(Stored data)
○ ○ ○ ○

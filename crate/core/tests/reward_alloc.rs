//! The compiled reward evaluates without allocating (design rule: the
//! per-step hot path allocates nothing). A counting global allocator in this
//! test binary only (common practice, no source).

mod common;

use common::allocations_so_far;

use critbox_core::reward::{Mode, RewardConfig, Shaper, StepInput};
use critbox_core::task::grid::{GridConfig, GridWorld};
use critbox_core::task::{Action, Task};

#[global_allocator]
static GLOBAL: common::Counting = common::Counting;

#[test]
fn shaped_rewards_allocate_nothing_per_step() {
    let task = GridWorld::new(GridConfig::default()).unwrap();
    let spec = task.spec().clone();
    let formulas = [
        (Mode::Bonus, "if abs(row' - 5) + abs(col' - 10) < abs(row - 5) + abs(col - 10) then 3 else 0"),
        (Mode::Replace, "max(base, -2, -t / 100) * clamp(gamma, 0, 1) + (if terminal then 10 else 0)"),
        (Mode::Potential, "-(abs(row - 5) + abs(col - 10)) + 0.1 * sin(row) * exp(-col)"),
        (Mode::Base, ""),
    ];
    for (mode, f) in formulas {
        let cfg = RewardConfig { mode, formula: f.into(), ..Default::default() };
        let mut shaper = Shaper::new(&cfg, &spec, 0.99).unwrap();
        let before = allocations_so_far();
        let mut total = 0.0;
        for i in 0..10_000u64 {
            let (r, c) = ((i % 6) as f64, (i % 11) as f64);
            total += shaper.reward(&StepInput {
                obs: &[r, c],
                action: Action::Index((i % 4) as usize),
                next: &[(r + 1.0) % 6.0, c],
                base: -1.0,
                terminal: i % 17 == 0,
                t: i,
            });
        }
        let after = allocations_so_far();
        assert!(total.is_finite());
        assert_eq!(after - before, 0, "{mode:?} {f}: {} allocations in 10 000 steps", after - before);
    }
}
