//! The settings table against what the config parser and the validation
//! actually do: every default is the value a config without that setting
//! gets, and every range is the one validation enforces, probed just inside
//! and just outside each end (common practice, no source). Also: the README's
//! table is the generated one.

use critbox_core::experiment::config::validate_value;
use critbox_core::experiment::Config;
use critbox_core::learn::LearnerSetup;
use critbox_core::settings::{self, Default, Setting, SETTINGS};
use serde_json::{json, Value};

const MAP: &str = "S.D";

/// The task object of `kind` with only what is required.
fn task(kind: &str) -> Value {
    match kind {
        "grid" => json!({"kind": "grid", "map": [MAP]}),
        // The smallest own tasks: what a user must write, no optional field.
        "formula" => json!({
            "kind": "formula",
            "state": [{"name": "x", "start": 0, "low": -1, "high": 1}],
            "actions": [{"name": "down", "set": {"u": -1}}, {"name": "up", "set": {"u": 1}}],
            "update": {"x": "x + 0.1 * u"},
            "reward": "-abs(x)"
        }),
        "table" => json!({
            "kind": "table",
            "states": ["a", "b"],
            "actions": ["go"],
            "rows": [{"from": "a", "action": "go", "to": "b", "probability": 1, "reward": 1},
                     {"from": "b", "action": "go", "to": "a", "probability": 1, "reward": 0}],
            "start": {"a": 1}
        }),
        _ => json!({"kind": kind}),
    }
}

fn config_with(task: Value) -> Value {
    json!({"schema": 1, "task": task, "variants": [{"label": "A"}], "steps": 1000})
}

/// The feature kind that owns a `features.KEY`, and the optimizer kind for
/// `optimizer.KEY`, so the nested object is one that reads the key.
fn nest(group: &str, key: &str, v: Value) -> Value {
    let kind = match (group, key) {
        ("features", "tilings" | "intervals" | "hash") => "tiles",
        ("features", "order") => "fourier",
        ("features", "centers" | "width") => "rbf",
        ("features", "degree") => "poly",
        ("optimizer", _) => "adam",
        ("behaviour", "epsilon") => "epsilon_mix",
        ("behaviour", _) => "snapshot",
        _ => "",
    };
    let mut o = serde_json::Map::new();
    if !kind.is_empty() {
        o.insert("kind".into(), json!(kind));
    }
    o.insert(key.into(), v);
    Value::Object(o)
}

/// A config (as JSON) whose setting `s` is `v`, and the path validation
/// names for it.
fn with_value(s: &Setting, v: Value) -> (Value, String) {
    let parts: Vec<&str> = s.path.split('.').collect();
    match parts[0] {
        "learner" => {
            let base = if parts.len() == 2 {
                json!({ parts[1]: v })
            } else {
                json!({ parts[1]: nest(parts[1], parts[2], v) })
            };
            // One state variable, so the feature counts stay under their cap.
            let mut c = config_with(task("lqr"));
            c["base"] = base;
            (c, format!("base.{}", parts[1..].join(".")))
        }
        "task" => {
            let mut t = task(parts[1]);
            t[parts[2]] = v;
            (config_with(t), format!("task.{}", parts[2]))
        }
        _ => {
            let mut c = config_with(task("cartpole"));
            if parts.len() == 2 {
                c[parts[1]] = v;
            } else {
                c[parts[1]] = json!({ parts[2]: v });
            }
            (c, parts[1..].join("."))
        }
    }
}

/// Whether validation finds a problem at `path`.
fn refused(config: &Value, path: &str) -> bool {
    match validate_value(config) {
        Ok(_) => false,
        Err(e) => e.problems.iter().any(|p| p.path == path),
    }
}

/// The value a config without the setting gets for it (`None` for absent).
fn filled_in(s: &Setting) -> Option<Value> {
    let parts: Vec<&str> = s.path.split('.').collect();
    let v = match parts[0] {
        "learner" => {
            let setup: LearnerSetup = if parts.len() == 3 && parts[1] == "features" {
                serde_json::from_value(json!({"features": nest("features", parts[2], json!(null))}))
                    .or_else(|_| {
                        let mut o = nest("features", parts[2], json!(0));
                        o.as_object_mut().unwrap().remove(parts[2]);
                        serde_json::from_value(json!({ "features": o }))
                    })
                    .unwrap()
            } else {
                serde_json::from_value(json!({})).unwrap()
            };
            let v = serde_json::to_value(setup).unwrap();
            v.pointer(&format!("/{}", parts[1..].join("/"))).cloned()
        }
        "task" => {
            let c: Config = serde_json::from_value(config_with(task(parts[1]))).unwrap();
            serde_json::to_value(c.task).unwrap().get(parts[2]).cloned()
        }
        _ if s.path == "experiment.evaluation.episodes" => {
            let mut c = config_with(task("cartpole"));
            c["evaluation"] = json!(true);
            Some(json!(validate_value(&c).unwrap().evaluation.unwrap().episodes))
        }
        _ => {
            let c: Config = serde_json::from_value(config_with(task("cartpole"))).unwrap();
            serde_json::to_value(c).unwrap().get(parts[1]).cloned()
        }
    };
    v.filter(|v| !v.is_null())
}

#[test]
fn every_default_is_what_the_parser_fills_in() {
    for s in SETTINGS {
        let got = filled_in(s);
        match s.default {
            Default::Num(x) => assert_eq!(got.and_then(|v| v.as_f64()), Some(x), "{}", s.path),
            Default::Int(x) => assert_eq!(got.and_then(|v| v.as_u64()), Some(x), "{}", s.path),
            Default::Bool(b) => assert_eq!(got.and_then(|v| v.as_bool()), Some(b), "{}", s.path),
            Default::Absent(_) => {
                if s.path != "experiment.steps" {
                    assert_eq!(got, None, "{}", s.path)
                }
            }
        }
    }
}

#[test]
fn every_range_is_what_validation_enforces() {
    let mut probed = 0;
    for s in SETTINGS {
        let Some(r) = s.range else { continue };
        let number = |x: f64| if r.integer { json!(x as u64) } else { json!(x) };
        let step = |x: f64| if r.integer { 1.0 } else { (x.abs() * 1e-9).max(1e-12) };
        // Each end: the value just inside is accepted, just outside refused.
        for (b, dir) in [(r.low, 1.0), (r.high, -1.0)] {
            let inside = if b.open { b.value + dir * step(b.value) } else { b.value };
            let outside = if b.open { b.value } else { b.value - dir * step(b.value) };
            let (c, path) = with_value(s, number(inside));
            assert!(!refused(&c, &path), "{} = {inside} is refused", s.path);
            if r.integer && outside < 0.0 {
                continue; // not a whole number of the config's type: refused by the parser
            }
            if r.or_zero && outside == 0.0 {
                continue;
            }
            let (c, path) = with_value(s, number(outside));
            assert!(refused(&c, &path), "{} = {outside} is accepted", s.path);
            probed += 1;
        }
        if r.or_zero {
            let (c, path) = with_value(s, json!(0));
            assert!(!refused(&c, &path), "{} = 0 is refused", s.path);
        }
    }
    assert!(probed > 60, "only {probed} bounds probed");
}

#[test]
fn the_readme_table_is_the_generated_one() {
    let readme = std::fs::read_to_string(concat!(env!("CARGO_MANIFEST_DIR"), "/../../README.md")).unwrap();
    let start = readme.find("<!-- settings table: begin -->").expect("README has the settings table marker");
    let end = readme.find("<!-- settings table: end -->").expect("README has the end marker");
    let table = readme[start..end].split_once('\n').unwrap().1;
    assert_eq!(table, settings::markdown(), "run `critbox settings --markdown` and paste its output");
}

○ ○ ○ ○

**The problem**
Your answer should consist of all lines above that include the string "refused".

**Output of the exercise**
fn refused(config: &Value, path: &str) -> bool {
        // Each end: the value just inside is accepted, just outside refused.
            assert!(!refused(&c, &path), "{} = {inside} is refused", s.path);
                continue; // not a whole number of the config's type: refused by the parser
            assert!(refused(&c, &path), "{} = {outside} is accepted", s.path);
            assert!(!refused(&c, &path), "{} = 0 is refused", s.path);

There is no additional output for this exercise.